Records from a data collection
· · · · ·

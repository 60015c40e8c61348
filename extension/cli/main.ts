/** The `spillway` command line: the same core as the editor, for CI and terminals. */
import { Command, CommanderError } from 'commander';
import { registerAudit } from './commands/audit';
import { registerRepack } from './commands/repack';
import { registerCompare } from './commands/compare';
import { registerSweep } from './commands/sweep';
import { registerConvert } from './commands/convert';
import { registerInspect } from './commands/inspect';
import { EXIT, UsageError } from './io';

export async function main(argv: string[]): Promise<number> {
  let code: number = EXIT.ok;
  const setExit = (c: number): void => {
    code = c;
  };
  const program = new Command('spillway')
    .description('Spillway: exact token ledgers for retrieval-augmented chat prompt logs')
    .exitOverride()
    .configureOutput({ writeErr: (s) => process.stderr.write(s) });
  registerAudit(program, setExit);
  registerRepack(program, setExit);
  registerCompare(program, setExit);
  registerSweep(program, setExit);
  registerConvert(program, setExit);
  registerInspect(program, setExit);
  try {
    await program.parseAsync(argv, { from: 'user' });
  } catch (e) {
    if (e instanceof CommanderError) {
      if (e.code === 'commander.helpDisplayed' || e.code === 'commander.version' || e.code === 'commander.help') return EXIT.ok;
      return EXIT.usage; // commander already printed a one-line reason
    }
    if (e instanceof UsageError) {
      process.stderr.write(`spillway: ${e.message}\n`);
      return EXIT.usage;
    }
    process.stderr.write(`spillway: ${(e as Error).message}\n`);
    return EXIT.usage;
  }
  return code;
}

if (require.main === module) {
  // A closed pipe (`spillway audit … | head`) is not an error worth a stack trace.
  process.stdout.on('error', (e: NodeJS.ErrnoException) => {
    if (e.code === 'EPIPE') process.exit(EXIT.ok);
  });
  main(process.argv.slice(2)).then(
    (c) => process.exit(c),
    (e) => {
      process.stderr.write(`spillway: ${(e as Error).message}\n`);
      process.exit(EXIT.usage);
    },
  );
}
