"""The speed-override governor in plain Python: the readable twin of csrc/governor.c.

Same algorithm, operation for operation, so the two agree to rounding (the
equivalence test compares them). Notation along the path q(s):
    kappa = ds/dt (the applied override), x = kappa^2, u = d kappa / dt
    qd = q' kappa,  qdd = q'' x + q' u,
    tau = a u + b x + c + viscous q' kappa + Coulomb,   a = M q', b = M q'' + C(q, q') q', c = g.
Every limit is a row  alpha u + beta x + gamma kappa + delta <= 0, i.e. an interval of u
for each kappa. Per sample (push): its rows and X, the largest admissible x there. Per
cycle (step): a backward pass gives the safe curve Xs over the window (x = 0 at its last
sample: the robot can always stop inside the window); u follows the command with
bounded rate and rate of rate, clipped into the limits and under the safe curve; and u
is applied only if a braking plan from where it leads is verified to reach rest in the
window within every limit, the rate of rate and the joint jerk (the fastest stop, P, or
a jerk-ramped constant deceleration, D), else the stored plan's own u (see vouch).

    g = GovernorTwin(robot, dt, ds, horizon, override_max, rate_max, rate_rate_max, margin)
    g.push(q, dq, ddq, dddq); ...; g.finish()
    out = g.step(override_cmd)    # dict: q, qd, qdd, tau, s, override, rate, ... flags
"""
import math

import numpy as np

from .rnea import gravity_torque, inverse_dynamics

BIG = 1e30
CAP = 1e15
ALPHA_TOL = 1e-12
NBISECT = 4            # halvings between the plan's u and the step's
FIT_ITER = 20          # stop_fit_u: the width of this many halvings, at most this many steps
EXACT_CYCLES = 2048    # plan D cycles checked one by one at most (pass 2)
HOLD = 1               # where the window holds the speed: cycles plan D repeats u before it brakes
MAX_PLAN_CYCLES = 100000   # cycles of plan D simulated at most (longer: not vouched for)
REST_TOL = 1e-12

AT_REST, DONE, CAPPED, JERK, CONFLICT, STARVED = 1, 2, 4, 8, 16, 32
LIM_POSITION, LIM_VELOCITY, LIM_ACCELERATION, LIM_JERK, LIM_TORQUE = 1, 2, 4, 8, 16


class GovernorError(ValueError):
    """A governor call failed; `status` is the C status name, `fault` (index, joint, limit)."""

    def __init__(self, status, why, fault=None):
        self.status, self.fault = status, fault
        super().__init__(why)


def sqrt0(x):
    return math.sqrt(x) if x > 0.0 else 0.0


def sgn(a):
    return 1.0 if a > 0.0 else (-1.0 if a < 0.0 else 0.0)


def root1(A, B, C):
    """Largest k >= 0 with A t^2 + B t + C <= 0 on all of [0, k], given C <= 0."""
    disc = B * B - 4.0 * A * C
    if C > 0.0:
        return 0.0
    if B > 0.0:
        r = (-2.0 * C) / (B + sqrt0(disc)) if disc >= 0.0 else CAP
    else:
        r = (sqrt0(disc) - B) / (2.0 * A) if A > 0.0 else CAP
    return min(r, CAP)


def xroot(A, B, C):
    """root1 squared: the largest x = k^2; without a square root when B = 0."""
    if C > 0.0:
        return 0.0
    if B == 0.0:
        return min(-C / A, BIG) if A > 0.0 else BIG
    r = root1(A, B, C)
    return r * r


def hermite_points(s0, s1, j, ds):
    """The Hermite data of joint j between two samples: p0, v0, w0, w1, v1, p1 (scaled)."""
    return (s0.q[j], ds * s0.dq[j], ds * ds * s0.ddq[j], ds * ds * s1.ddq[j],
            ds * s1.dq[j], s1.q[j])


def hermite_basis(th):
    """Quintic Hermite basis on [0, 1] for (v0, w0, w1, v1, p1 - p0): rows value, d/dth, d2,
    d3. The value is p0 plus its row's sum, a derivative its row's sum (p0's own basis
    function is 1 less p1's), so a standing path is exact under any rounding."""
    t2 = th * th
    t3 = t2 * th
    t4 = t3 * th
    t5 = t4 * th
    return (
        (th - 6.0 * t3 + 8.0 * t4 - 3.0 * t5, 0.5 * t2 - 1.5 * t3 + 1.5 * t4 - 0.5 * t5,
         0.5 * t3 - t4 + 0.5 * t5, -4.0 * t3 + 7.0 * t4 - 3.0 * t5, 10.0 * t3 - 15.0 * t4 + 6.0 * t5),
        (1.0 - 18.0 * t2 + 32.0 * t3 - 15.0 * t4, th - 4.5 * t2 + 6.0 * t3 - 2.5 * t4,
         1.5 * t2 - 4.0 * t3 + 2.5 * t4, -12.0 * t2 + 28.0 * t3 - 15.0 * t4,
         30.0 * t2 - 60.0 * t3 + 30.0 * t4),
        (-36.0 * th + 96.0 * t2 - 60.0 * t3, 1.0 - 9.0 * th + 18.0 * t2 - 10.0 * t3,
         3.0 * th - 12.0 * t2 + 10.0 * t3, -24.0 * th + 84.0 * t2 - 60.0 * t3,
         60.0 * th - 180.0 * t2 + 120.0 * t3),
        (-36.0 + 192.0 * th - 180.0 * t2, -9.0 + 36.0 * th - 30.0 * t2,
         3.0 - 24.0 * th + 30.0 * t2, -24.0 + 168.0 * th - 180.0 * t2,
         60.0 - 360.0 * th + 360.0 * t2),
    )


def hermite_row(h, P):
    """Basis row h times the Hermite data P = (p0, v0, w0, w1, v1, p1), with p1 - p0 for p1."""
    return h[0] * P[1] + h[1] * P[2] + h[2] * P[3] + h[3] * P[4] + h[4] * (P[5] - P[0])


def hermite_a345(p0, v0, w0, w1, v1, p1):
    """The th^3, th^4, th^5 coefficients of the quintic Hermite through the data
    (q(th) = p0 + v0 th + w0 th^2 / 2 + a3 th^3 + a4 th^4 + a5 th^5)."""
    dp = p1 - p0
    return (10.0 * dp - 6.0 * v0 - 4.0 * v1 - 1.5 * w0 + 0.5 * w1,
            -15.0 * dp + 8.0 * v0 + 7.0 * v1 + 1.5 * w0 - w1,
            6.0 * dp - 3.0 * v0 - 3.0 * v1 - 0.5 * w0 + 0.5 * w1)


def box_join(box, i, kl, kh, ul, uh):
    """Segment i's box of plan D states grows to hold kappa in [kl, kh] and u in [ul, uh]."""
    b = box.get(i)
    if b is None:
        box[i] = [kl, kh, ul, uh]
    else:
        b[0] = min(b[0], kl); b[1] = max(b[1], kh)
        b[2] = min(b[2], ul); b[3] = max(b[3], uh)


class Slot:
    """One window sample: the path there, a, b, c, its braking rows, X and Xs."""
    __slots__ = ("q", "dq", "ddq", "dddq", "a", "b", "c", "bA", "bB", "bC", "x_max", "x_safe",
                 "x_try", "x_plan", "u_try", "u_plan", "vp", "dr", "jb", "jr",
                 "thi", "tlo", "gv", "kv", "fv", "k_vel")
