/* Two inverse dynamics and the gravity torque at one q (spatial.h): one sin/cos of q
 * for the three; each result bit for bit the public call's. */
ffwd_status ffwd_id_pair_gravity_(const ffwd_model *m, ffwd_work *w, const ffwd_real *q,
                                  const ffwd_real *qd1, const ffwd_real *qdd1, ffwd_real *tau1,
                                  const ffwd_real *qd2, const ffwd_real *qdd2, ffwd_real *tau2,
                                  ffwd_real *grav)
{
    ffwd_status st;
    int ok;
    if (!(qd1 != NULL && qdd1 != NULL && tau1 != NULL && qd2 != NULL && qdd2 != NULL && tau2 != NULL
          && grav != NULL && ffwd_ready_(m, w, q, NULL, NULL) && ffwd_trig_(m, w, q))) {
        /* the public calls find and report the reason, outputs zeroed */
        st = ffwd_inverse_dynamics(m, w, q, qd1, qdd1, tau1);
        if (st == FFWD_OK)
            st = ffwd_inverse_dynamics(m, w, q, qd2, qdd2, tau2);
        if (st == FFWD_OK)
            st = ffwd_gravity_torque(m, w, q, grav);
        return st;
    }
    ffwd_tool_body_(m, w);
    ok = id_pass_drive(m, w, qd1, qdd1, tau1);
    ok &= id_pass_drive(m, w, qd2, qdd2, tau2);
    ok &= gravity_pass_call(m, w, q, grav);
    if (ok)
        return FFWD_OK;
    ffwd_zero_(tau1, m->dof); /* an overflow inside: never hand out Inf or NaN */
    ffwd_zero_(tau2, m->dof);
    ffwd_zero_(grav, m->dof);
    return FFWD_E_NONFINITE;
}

· · · · ·

**Your objective:** Using the records above, copy each line that contains "process".

**Answer for this exercise:**
    .configureOutput({ writeErr: (s) => process.stderr.write(s) });
      process.stderr.write(`spillway: ${e.message}\n`);
    process.stderr.write(`spillway: ${(e as Error).message}\n`);
  process.stdout.on('error', (e: NodeJS.ErrnoException) => {
    if (e.code === 'EPIPE') process.exit(EXIT.ok);
  main(process.argv.slice(2)).then(
    (c) => process.exit(c),
      process.stderr.write(`spillway: ${(e as Error).message}\n`);
      process.exit(EXIT.usage);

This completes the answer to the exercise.